SOURCE DATA:

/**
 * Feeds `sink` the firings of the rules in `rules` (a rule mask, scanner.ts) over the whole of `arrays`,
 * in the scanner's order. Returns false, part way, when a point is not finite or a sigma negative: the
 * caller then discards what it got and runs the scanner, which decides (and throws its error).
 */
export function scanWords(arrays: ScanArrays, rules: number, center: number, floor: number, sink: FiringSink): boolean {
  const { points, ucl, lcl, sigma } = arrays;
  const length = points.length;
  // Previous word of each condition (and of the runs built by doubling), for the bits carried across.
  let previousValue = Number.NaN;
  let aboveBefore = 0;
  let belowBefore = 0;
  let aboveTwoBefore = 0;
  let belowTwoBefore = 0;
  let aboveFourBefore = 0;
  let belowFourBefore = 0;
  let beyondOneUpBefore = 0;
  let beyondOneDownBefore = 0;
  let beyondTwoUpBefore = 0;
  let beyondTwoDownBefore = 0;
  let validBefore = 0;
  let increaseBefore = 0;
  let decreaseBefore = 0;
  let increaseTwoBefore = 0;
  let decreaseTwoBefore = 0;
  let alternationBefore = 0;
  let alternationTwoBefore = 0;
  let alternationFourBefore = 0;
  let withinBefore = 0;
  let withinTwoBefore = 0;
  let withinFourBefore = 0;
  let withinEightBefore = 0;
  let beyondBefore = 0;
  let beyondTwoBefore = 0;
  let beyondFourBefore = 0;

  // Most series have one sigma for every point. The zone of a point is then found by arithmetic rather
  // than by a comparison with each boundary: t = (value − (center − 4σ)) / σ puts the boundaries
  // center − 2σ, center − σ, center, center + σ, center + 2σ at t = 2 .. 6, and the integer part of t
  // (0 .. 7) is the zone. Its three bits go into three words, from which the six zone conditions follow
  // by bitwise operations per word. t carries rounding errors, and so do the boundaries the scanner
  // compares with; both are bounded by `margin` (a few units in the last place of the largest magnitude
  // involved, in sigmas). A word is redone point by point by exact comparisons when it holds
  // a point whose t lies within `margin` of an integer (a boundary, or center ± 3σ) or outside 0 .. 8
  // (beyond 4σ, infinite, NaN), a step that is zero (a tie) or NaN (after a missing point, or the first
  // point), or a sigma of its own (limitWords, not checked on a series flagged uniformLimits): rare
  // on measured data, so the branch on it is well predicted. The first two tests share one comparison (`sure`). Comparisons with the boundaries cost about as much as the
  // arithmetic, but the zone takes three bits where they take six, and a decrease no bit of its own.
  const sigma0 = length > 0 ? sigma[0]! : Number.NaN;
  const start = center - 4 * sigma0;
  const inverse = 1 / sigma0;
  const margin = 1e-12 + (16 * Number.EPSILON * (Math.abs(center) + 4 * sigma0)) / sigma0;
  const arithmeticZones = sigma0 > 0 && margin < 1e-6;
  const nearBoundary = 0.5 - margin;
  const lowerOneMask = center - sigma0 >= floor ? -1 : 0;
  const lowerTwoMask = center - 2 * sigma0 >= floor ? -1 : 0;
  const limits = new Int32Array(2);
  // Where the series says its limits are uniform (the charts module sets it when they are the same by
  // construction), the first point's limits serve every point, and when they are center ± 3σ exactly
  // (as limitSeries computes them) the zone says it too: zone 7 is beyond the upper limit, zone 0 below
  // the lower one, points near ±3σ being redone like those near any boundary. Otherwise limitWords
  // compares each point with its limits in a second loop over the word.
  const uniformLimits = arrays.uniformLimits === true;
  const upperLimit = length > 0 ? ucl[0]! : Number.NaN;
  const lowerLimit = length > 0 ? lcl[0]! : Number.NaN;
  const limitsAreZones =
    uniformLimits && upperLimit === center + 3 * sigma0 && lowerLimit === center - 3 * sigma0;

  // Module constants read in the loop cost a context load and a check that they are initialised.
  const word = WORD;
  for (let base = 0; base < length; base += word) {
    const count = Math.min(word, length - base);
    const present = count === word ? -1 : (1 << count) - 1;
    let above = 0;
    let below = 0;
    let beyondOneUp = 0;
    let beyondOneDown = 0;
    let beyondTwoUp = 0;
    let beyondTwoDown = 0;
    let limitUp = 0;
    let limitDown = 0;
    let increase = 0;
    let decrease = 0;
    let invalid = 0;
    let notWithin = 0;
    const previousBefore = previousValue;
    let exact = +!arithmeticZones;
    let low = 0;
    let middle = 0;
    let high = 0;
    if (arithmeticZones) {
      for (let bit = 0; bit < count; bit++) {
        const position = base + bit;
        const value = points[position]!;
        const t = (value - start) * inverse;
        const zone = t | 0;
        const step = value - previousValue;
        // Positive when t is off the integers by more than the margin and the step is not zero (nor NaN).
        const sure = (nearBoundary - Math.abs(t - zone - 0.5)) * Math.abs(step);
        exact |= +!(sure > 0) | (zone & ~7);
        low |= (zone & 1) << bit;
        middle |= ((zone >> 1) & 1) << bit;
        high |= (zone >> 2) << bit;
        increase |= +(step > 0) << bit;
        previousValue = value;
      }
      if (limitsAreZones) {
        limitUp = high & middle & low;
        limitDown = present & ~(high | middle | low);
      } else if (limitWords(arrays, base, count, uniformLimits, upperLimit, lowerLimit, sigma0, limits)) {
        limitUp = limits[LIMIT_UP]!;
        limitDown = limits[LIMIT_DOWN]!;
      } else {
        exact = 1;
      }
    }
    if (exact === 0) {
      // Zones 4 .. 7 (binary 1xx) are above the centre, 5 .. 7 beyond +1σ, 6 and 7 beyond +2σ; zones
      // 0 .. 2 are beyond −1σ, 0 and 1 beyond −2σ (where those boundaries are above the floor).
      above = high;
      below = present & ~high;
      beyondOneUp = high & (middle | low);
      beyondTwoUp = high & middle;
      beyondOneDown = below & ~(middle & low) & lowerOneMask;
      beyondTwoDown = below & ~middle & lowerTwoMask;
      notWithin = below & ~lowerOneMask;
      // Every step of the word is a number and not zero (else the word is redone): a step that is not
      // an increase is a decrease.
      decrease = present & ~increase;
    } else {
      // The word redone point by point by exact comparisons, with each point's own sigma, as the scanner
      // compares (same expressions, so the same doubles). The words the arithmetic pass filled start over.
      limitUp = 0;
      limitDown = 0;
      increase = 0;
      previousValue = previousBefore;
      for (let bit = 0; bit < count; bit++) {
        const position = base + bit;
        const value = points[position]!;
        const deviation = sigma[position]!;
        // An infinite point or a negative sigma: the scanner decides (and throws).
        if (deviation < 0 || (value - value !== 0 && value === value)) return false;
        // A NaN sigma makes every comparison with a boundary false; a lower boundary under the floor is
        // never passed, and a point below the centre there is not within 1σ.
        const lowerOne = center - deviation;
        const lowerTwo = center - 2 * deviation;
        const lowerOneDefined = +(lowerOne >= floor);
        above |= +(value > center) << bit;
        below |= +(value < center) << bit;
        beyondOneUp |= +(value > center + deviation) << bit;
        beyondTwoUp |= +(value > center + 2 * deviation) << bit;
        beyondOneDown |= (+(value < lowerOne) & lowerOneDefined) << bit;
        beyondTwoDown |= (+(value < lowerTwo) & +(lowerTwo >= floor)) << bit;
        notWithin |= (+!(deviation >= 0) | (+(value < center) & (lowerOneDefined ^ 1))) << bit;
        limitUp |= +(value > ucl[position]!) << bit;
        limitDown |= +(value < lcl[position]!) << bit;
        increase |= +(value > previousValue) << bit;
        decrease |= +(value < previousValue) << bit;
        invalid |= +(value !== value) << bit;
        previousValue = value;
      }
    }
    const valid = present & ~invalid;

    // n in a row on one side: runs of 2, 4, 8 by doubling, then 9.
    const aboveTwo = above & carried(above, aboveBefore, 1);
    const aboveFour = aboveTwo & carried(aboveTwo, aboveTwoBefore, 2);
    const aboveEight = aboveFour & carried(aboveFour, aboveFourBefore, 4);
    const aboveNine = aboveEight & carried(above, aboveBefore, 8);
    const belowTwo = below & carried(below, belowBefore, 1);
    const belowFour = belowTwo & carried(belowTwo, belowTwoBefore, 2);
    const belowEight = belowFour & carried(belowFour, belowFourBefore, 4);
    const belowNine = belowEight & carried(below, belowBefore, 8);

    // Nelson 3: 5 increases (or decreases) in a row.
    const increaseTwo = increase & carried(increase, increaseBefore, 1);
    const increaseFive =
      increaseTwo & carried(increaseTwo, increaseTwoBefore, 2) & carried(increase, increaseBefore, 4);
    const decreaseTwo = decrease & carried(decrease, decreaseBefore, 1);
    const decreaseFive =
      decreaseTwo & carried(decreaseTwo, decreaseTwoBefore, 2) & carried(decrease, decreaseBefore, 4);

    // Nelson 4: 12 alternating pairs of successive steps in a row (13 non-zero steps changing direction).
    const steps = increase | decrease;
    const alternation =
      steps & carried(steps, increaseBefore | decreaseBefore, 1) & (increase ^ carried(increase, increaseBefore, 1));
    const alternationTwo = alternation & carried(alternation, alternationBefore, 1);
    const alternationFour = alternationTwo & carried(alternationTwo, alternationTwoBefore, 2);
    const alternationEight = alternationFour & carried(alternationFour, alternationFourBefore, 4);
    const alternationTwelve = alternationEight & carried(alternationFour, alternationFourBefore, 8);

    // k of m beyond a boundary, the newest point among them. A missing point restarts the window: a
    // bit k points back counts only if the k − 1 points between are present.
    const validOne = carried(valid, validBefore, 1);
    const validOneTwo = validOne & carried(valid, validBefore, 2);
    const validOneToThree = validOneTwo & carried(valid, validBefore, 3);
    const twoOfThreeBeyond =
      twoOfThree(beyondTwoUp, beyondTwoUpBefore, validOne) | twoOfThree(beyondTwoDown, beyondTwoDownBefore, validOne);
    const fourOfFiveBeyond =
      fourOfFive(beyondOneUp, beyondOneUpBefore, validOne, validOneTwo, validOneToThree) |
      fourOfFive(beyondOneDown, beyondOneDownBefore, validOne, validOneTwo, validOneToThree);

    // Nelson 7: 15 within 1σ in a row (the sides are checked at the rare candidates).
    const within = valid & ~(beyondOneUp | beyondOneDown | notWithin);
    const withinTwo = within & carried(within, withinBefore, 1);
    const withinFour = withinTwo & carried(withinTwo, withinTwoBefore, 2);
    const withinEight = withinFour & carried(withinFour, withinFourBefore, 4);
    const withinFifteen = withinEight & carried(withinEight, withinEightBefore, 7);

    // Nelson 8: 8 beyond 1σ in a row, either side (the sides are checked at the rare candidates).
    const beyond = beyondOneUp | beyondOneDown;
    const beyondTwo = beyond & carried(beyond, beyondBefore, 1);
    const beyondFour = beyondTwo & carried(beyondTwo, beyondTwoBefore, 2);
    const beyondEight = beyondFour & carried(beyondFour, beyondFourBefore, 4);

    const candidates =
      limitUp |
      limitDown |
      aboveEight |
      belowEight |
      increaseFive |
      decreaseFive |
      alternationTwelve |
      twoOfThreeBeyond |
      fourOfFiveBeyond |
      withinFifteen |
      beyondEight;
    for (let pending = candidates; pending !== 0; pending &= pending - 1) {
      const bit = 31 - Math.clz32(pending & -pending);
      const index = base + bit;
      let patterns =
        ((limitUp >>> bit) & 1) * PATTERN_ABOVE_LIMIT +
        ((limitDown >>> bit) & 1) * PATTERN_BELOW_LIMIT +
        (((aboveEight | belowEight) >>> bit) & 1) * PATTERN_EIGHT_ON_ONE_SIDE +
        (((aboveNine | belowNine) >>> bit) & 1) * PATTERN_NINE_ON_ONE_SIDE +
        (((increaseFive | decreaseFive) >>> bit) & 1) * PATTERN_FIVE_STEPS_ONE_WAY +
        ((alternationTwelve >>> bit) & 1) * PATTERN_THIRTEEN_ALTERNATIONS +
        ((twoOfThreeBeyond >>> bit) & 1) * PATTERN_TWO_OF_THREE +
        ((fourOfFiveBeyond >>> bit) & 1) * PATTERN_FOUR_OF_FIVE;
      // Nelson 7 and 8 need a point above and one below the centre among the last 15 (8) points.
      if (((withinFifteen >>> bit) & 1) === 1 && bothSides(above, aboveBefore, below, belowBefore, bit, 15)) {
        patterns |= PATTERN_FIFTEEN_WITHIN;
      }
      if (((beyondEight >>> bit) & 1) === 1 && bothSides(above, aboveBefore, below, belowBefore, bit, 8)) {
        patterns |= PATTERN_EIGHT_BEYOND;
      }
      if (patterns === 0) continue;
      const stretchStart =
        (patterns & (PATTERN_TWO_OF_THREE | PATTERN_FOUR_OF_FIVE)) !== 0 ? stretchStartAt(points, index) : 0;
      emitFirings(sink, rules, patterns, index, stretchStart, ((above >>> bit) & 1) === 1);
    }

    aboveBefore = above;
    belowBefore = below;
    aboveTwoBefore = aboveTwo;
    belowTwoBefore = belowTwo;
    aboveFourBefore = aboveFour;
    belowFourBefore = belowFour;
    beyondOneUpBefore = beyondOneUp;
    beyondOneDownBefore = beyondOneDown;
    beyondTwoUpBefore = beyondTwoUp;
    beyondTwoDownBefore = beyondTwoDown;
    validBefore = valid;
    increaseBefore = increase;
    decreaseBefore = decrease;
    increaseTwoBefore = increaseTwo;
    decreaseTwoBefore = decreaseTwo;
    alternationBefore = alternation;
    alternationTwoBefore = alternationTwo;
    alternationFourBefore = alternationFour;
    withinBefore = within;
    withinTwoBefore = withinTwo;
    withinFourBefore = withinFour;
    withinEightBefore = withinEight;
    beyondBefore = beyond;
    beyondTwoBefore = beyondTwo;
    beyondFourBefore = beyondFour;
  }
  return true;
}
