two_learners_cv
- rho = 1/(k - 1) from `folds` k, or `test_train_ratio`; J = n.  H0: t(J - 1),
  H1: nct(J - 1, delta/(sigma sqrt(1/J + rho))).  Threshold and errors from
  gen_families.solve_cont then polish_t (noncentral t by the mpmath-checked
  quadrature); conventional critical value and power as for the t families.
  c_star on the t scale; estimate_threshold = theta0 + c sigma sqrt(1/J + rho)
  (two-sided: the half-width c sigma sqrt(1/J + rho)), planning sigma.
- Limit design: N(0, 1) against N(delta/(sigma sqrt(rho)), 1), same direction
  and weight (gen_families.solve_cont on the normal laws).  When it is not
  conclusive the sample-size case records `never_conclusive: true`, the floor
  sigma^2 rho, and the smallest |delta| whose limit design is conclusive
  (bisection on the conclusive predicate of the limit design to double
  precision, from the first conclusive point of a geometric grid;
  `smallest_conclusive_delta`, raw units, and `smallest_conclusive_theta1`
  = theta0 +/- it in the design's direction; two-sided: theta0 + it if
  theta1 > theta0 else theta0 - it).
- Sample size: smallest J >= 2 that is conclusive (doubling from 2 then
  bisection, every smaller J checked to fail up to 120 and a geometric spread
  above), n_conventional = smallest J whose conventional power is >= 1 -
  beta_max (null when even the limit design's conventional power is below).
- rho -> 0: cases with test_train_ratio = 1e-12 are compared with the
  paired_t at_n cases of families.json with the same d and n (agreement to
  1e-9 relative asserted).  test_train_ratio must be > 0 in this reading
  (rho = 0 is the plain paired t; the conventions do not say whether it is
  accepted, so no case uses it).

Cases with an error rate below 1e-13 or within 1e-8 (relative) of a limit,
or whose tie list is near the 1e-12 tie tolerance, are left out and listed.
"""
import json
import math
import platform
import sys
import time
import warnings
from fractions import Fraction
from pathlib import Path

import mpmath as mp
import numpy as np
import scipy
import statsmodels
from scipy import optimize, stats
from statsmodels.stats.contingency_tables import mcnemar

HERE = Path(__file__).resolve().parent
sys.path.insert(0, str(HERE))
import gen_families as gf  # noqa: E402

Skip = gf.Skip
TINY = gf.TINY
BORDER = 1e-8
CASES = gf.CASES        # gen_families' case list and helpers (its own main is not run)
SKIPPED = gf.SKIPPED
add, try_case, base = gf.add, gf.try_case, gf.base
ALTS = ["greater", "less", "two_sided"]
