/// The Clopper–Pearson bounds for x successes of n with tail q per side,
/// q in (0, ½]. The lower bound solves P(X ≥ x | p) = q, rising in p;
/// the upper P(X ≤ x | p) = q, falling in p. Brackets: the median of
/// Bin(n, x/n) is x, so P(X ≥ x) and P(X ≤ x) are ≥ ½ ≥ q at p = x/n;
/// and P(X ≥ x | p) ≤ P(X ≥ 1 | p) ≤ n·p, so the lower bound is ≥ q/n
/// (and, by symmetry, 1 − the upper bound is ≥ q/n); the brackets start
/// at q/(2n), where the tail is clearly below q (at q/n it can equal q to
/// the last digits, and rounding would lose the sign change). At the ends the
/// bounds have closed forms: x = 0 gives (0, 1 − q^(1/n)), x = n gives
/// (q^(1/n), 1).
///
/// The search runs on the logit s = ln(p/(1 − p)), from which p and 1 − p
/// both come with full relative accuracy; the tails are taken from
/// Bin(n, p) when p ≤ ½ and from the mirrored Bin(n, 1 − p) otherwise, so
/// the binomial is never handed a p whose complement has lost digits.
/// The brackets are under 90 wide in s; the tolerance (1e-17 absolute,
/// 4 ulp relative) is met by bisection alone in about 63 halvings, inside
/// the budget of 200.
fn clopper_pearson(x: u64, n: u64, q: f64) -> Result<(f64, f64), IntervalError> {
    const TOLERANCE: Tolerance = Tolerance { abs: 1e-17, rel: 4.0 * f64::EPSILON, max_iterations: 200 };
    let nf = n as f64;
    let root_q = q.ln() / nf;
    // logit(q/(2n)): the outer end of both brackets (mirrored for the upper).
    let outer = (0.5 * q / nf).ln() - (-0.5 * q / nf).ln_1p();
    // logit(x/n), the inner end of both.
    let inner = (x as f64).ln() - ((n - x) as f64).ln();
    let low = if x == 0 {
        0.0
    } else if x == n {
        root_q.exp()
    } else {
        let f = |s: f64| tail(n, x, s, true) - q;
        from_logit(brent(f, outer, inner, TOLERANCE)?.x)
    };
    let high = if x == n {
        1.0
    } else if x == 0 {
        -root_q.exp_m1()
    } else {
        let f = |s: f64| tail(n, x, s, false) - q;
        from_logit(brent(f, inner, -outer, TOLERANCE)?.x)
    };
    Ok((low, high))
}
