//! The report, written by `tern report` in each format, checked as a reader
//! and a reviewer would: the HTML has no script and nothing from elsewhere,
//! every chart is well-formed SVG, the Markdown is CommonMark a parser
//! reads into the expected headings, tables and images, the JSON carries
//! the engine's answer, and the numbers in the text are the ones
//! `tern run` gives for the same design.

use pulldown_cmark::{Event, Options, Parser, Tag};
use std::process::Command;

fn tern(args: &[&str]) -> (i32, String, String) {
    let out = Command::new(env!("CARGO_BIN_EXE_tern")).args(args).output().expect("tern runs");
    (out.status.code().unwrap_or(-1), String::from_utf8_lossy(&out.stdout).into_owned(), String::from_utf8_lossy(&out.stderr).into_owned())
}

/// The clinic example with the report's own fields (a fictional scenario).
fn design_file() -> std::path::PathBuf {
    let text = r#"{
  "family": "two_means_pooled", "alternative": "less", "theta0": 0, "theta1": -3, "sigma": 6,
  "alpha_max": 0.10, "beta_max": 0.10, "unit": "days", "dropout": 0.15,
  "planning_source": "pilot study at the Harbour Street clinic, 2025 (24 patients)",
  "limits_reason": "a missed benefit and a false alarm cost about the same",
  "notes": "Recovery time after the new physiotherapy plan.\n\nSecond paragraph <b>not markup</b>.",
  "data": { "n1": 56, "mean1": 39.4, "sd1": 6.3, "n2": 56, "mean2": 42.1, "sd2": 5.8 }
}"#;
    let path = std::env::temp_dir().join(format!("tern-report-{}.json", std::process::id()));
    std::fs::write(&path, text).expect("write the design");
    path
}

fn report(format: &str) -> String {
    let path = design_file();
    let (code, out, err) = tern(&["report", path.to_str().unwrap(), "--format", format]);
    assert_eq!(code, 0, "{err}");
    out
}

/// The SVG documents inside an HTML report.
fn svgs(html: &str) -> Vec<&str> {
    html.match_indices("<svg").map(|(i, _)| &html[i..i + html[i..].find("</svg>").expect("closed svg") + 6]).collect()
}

PROBLEM DETAILS: Restate, word for word and with nothing added, the lines from the first line of the listing through the one where "the largest magnitude" stands.

RESPONSE TO THIS EXERCISE:
/**
 * Feeds `sink` the firings of the rules in `rules` (a rule mask, scanner.ts) over the whole of `arrays`,
 * in the scanner's order. Returns false, part way, when a point is not finite or a sigma negative: the
 * caller then discards what it got and runs the scanner, which decides (and throws its error).
 */
export function scanWords(arrays: ScanArrays, rules: number, center: number, floor: number, sink: FiringSink): boolean {
  const { points, ucl, lcl, sigma } = arrays;
  const length = points.length;
  // Previous word of each condition (and of the runs built by doubling), for the bits carried across.
  let previousValue = Number.NaN;
  let aboveBefore = 0;
  let belowBefore = 0;
  let aboveTwoBefore = 0;
  let belowTwoBefore = 0;
  let aboveFourBefore = 0;
  let belowFourBefore = 0;
  let beyondOneUpBefore = 0;
  let beyondOneDownBefore = 0;
  let beyondTwoUpBefore = 0;
  let beyondTwoDownBefore = 0;
  let validBefore = 0;
  let increaseBefore = 0;
  let decreaseBefore = 0;
  let increaseTwoBefore = 0;
  let decreaseTwoBefore = 0;
  let alternationBefore = 0;
  let alternationTwoBefore = 0;
  let alternationFourBefore = 0;
  let withinBefore = 0;
  let withinTwoBefore = 0;
  let withinFourBefore = 0;
  let withinEightBefore = 0;
  let beyondBefore = 0;
  let beyondTwoBefore = 0;
  let beyondFourBefore = 0;

  // Most series have one sigma for every point. The zone of a point is then found by arithmetic rather
  // than by a comparison with each boundary: t = (value − (center − 4σ)) / σ puts the boundaries
  // center − 2σ, center − σ, center, center + σ, center + 2σ at t = 2 .. 6, and the integer part of t
  // (0 .. 7) is the zone. Its three bits go into three words, from which the six zone conditions follow
  // by bitwise operations per word. t carries rounding errors, and so do the boundaries the scanner
  // compares with; both are bounded by `margin` (a few units in the last place of the largest magnitude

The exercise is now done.